From the line with "const fromEnv = process.env[SECRET_ENV];" through the line with "if (fs.existsSync(file)) return", inclusive, return each line of the data below exactly and leave the rest out.
..............................
import crypto from "node:crypto";
import fs from "node:fs";
import path from "node:path";
import { demoMode } from "@/db/client";

export const SECRET_ENV = "AIRTALLY_SESSION_SECRET";
const MIN_LENGTH = 32;

export class MissingSecretError extends Error {
  constructor(detail: string) {
    super(
      `${detail} Set ${SECRET_ENV} to a random string of at least ${MIN_LENGTH} characters, ` +
        `for example: export ${SECRET_ENV}="$(openssl rand -base64 48)"`,
    );
  }
}

/** Demo and development runs may keep a generated secret beside their data; production must be given one. */
export function mayGenerateSecret(): boolean {
  return demoMode() || process.env.NODE_ENV !== "production";
}

/**
 * The cookie-sealing secret: from the environment, or (demo and development only) generated
 * once into the data directory so sessions survive a restart.
 */
export function resolveSessionSecret(dataDir: string): string {
  const fromEnv = process.env[SECRET_ENV];
  if (fromEnv !== undefined && fromEnv !== "") {
    if (fromEnv.length < MIN_LENGTH) throw new MissingSecretError(`${SECRET_ENV} is only ${fromEnv.length} characters long.`);
    return fromEnv;
  }
  if (!mayGenerateSecret()) throw new MissingSecretError(`${SECRET_ENV} is not set, and a production server will not start without it.`);
  const dir = dataDir.startsWith("memory://") ? path.join(process.cwd(), ".data") : dataDir;
  const file = path.join(dir, "session-secret");
  if (fs.existsSync(file)) return fs.readFileSync(file, "utf8").trim();
  fs.mkdirSync(dir, { recursive: true });
  const secret = crypto.randomBytes(48).toString("base64url");
  fs.writeFileSync(file, secret, { mode: 0o600 });
  return secret;
}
..............................
## Exercise result
  const fromEnv = process.env[SECRET_ENV];
  if (fromEnv !== undefined && fromEnv !== "") {
    if (fromEnv.length < MIN_LENGTH) throw new MissingSecretError(`${SECRET_ENV} is only ${fromEnv.length} characters long.`);
    return fromEnv;
  }
  if (!mayGenerateSecret()) throw new MissingSecretError(`${SECRET_ENV} is not set, and a production server will not start without it.`);
  const dir = dataDir.startsWith("memory://") ? path.join(process.cwd(), ".data") : dataDir;
  const file = path.join(dir, "session-secret");
  if (fs.existsSync(file)) return fs.readFileSync(file, "utf8").trim();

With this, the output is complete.